Gaussian transformation

Kriging provides the best estimate of the variable at each grid node. By doing so, it does not produce an image of the true variability of the phenomenon. Performing risk analysis usually requires to compute quantities that have to be derived from a model representing the actual variability. In this case, advanced geostatistical techniques such as simulations have to be used.

It is for instance the case here if you want to estimate the probability of NO₂ to exceed a given threshold. As in fact thresholding is not a linear operator applied to the concentration, applying the threshold on the kriged result (which is a linear operator) can lead to an important bias. Simulation techniques generally require a multi-gaussian framework: thus each variable has to be transformed into a normal distribution beforehand and the simulation result must be back-transformed to the raw distribution afterwards.

The aim of this paragraph consists in transforming the raw distribution of the NO2 variable into a normal one.

Before that, you are going to compute declustering weights. The principle of the declustering application is to assign a weight to each sample where a given variable is defined taking possible clusters into account. The weight variable which is created here may be used later in the gaussian transformation.

Click on the Data Management / Sampling / Declustering menu. Select the NO2 variable with the BACKGROUND selection and create a new variable Declustering weights. Specify the Moving Window Dimensions, i.e. the dimensions in the X and Y directions of the moving window inside which the number of samples will be counted. Generally, the average distance between the samples is taken, in your case 15 km for X and Y. The right part of the interface enables you to test different window sizes. We can a put a minimum of 5 km and a maximum of 20 km (for both X and Y) with a number of 16 tests (to test an increase of 1 km of the window size). We can see on the curve that the mean becomes constant from a size between 15 and 16 km. It confirms our original choice.
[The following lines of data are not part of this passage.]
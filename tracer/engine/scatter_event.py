"""Scatter events in the event loop: share a face's power, sample scattered children.

Called by :meth:`tracer.engine.tree._Tracer.step` for the rays that meet a face with a
scatter treatment (``CompiledScene.face_scatter``), after the specular split:

1. the model's :meth:`partition` scales the specular children (``keep_r``, ``keep_t``) and
   gives the scattered fractions of the parent's power per hemisphere; the face's absorbed
   power becomes parent minus specular children minus scattered power;
2. the scattered power ``P_s`` is booked where it happens (``Ledger.book_scattered``);
3. tree mode: ``scatter_rays`` directions per scattering ray and hemisphere while the path
   has fewer than ``scatter_depth`` scatter events, else one; of them the share
   ``target_share`` is aimed at the scatter targets. Each direction's weight is
   ``P_s p(w) / (n_m q(w) + n_t p_t(w))`` (balance heuristic: ``p`` the model's density,
   ``q`` the density it samples from, ``p_t`` the targets' density, ``n_m``/``n_t`` the
   numbers of model and aimed directions), unbiased for any share. Their sum differs from
   ``P_s`` by sampling noise: the difference is booked in its own account
   (``Ledger.SAMPLING``), so the ledger closes exactly;
4. Monte Carlo mode: the ray becomes one scattered child with probability ``P_s / P``
   (within the event's "absorbed" branch, :func:`mc_scatter`), carrying the parent's power.

Each direction is carried by a pair of rays with orthogonal polarisations
(:mod:`tracer.scatter.fields`), so unpolarised scatter stays unpolarised downstream. Random
numbers come from a hash of (seed, source, ray, sample stream), so results do not depend on
batch size or worker count.
"""

from __future__ import annotations

import numpy as np

from ..scatter import REFLECT_SIDE, TRANSMIT_SIDE
from ..scatter.fields import scattered_pair
from ..tolerances import SMOOTH_SURFACE_TIS_MAX
from .batch import RayBatch
from .compile import EngineError
from .montecarlo import _G, _M1, _mix, uniforms
from .paths import SCATTER_R, SCATTER_T

__all__ = ["ScatterShares", "shares", "children", "mc_scatter", "SCATTER_PURPOSE"]

#: Base of the purposes (hash salts) of scatter random numbers.
SCATTER_PURPOSE = 64


class ScatterShares:
    """Per-row results of :func:`shares` for the rows ``rows`` of a split."""

    def __init__(self, rows, power_r, power_t, frames, n1, n2, model_index):
        self.rows = rows
        self.power = (power_r, power_t)  # scattered power per hemisphere [W]
        self.frames = frames  # (e1, e2, m_r, sin_i) per row
        self.n1, self.n2 = n1, n2
        self.model_index = model_index


def _unit_rows(v):
    n = np.linalg.norm(v, axis=1)
    return v / np.where(n > 0, n, 1.0)[:, None], n


def _frames(k, normal):
    """Local frame of each scatter event: ``e1`` (tangential, towards the specular ray),
    ``e2 = m x e1`` and ``m`` the reflection hemisphere's normal; ``sin_i``."""
    c = (k * normal).sum(axis=1)
    m = -np.sign(np.where(c == 0, 1.0, c))[:, None] * normal  # towards the incident side
    tang = k - (k * m).sum(axis=1)[:, None] * m
    e1, sin_i = _unit_rows(tang)
    flat = sin_i < 1e-12
    if flat.any():  # normal incidence: any tangent
        alt = np.where(np.abs(m[flat, 0:1]) < 0.9, [[1.0, 0.0, 0.0]], [[0.0, 1.0, 0.0]])
        alt = alt - (alt * m[flat]).sum(axis=1)[:, None] * m[flat]
        e1[flat] = _unit_rows(alt)[0]
    e2 = np.cross(m, e1)
    return e1, e2, m, np.clip(sin_i, 0.0, 1.0)


def shares(tr, sp, rows_all, *, direction, face, medium, wl_index, wavelength, parent_p):
    """Apply the scatter models to the split ``sp`` in place (step 1 of the module
    docstring) and return :class:`ScatterShares`, or ``None`` when no row scatters.

    ``rows_all`` are the split rows; arrays are over them.
    """
    cs = tr.cs
    model_of = cs.face_scatter[face]
    rows = np.nonzero(model_of >= 0)[0]
    if not rows.size:
        return None
    k, f = direction[rows], face[rows]
    normal = cs.face_normal[f]
    e1, e2, m, sin_i = _frames(k, normal)
    cos_i = np.sqrt(np.clip(1.0 - sin_i * sin_i, 0.0, None))
    med = medium[rows]
    solid = cs.face_solid[f]
    other = np.where(med == solid, -1, solid)
    wl = wavelength[rows]
    n1 = tr.ntab[med + 1, wl_index[rows]].real
    n2 = tr.ntab[other + 1, wl_index[rows]].real
    p = parent_p[rows]
    with np.errstate(divide="ignore", invalid="ignore"):
        r_spec = np.where(p > 0, sp.r_power[rows] / p, 0.0)
        t_spec = np.where(p > 0, sp.t_power[rows] * sp.t_exists[rows] / p, 0.0)
    cos_t = np.where(sp.t_exists[rows], np.abs((sp.t_dir[rows] * m).sum(axis=1)), 0.0)
    keep_r, keep_t = np.ones(len(rows)), np.ones(len(rows))
    f_r, f_t = np.zeros(len(rows)), np.zeros(len(rows))
    mi = model_of[rows]
    for j in np.unique(mi):
        sel = mi == j
        model = cs.scatter_models[j]
        if hasattr(model, "smooth_limit_tis"):
            tis = model.smooth_limit_tis(wavelength=wl[sel], n1=np.maximum(n1[sel], n2[sel]))
            if np.max(tis) > SMOOTH_SURFACE_TIS_MAX:
                raise EngineError(
                    f"coatings.{cs.scatter_names[j]}.rms_roughness: too rough for the "
                    f"smooth-surface scatter model at these wavelengths and indices "
                    f"((4 pi sigma n / lambda)^2 = {np.max(tis):.3g} > {SMOOTH_SURFACE_TIS_MAX:g}); "
                    "use a lambertian or a measured bsdf-table treatment for ground faces")
        part = model.partition(cos_i=cos_i[sel], wavelength=wl[sel], n1=n1[sel], n2=n2[sel],
                               r_spec=r_spec[sel], t_spec=t_spec[sel], cos_t=cos_t[sel])
        keep_r[sel], keep_t[sel] = part.keep_r, part.keep_t
        f_r[sel], f_t[sel] = part.scatter_r, part.scatter_t
    # no scatter into a hemisphere the light cannot enter: transmission needs a medium on the
    # far side (an opaque black face has none; TIR keeps the transmitted scatter at zero
    # through t_spec for the rough model)
    ps_r, ps_t = f_r * p, f_t * p
    # specular children: powers and amplitudes scaled (copies: the split's arrays may be shared)
    sp.r_power = sp.r_power.copy()
    sp.t_power = sp.t_power.copy()
    sp.r_power[rows] *= keep_r
    sp.t_power[rows] *= keep_t
    sr, st = np.sqrt(keep_r), np.sqrt(keep_t)
    sp.r_amp = tuple(_scaled(a, rows, sr) for a in sp.r_amp)
    sp.t_amp = tuple(_scaled(a, rows, st) for a in sp.t_amp)
    sp.absorbed = sp.absorbed.copy()
    sp.absorbed[rows] = p - sp.r_power[rows] - sp.t_power[rows] * sp.t_exists[rows] - ps_r - ps_t
    return ScatterShares(rows, ps_r, ps_t, (e1, e2, m, sin_i), n1, n2, mi)


def _scaled(a, rows, factor):
    a = np.array(a, copy=True)
    a[rows] = a[rows] * factor
    return a
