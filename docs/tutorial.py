# %% [markdown]
# # Tutorial: a scene under version control
#
# A percent-script: run it as it is (`python docs/tutorial.py`), or open it as a notebook
# (editors that read `# %%` cells, or `jupytext --to notebook docs/tutorial.py`). The test
# suite executes it (`tests/test_tutorial.py`), so every step here works with this version
# of tracer. It uses small ray counts so that it runs in a few seconds.
#
# We load a demo scene, trace it, read its ghost table, sweep the plate thickness, and
# then change the scene in a git repository and ask `tracer diff` what the change did.

# %%
import os
import shutil
import subprocess
import tempfile
from pathlib import Path

import tracer
from tracer.analysis import analyse, run_summary

try:
    HERE = Path(__file__).resolve().parent
except NameError:  # a notebook has no __file__: run it from the docs/ folder
    HERE = Path.cwd()
SCENES = HERE.parent / "scenes"
work = Path(tempfile.mkdtemp(prefix="tracer-tutorial-"))

# %% [markdown]
# ## 1. Load
# `tracer.load` validates the whole file and reports every problem with its key path. In a
# notebook the scene shows itself as tables and a section drawing.

# %%
scene = tracer.load(SCENES / "plate_ghost.toml")
print(scene.title, "-", list(scene.solids), list(scene.detectors))
scene  # noqa: B018 - displayed in a notebook

# %% [markdown]
# ## 2. Trace
# A non-sequential trace splits every ray at every face; the budget closes to the source power.

# %%
result = tracer.trace(scene, rays=20, seed=1, progress=False)
analysis = analyse(result)
print(analysis.budget.format_text())
assert analysis.budget.relative_residual < 1e-12

# %% [markdown]
# ## 3. Ghosts
# The ghost table of the screen: the direct beam (the design path, rank 1) and the ghosts,
# strongest first, each with its power relative to the design path.

# %%
table = analysis.ghosts["screen"]
print(table.format_text(limit=3))
first_ghost = table.strongest_ghost
print("first ghost / design:", f"{first_ghost.ratio:.3g}")
analysis  # noqa: B018 - budget, ghost tables, verdicts and the ray diagram in a notebook

# %% [markdown]
# ## 4. Sweep
# Vary the plate thickness; each point is a full trace. At normal incidence the ghost ratio
# does not depend on the thickness (the ghost lands on the same pixels).

# %%
from tracer.sweep import list_axis, sweep  # noqa: E402

swept = sweep(scene, [list_axis("solids.plate.thickness", ["3 mm", "5 mm", "8 mm"])],
              settings=dict(rays=5), progress=False)
for point, row in zip(swept.points, swept.rows):
    print(point, f"fraction on screen {row['fraction.screen']:.4f}")

# %% [markdown]
# ## 5. Diff
# Put the scene in a git repository, commit it, change it the way a pull request would
# (a glass of higher index, an edited comment, a value rewritten in other units) and ask
# for the difference by meaning and by result. `tracer diff` on the command line does the
# same and exits with 1 when a requirement verdict got worse.

# %%
repo = work / "repo"
(repo / "scenes").mkdir(parents=True)
shutil.copy(SCENES / "plate_ghost.toml", repo / "scenes" / "plate.toml")
env = dict(os.environ, GIT_AUTHOR_NAME="tutorial", GIT_AUTHOR_EMAIL="tutorial@example.invalid",
           GIT_COMMITTER_NAME="tutorial", GIT_COMMITTER_EMAIL="tutorial@example.invalid")


def git(*args):
    subprocess.run(["git", *args], cwd=repo, env=env, check=True, capture_output=True)


git("init", "-q")
git("add", "-A")
git("commit", "-q", "-m", "plate scene")

plate = repo / "scenes" / "plate.toml"
text = plate.read_text(encoding="utf-8")
text = text.replace('thickness = "5 mm"', 'thickness = "0.5 cm"')      # same value, other unit
text = text.replace("# Uncoated plane-parallel", "# Reviewed. Uncoated plane-parallel")
text = text.replace("glass:517642", "glass:720290")                    # a denser flint
plate.write_text(text, encoding="utf-8")

from tracer.versions.compare import diff  # noqa: E402

d = diff("HEAD:scenes/plate.toml", str(plate), cwd=repo, rays=10)
print(d.format_text())
assert [c.key for c in d.scene.changes] == ["solids.plate.material"]
assert d.worse  # the direct-power requirement no longer passes

# %%
(work / "diff.html").write_text(d.html(), encoding="utf-8")
print("wrote", work / "diff.html")
d  # noqa: B018 - the diff tables and the overlaid ray diagrams in a notebook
Now, using the Statistics / EDA procedure, you can fit and display the anamorphosis function.

Select the NO2 data table with the BACKGROUND selection on Input and the Declustering weights as Weights. Drag and drop the NO2 variable on the Gaussian Variables icon.

A new tab is added. The Interactive Fitting button overlays the experimental anamorphosis with its model expanded in terms of Hermite polynomials: this step function gives the correspondence between each one of the sorted data (vertical axis) and the corresponding frequency quantile in the gaussian scale (horizontal axis).

You can check the statistics of the gaussian variable by dragging and dropping the NO2 variable on the Statistics icon and defining Use the Gaussian Variable in the Variables selector in the Parameters section. These statistics take into the Declustering weights: the mean is 0.01 and the variance is 0.97.

You display the histogram of this variable between -3 and 3 using 18 classes and check that the distribution is not exactly symmetric with a minimum of -1.98 and a maximum of 2.65.

The experimental variogram calculated on the gaussian variable is very structured. The following one is computed using the same calculation parameters as in the univariate case: a lag value of 5 km and a maximum distance of 100 km.

In the Context part of the Parameters section, select Compute Gaussian Model Only in the Model Option to only see and fit the gaussian variogram. Fit a model constituted of a unique exponential structure (range 48 km and sill 1.12) and save it in the geostatistical set called NO2 (gaussian). You keep the same range as before to remain coherent. The gaussian variable, as well as the anamorphosis function are stored in the geostatistical set and will be used to compute simulations.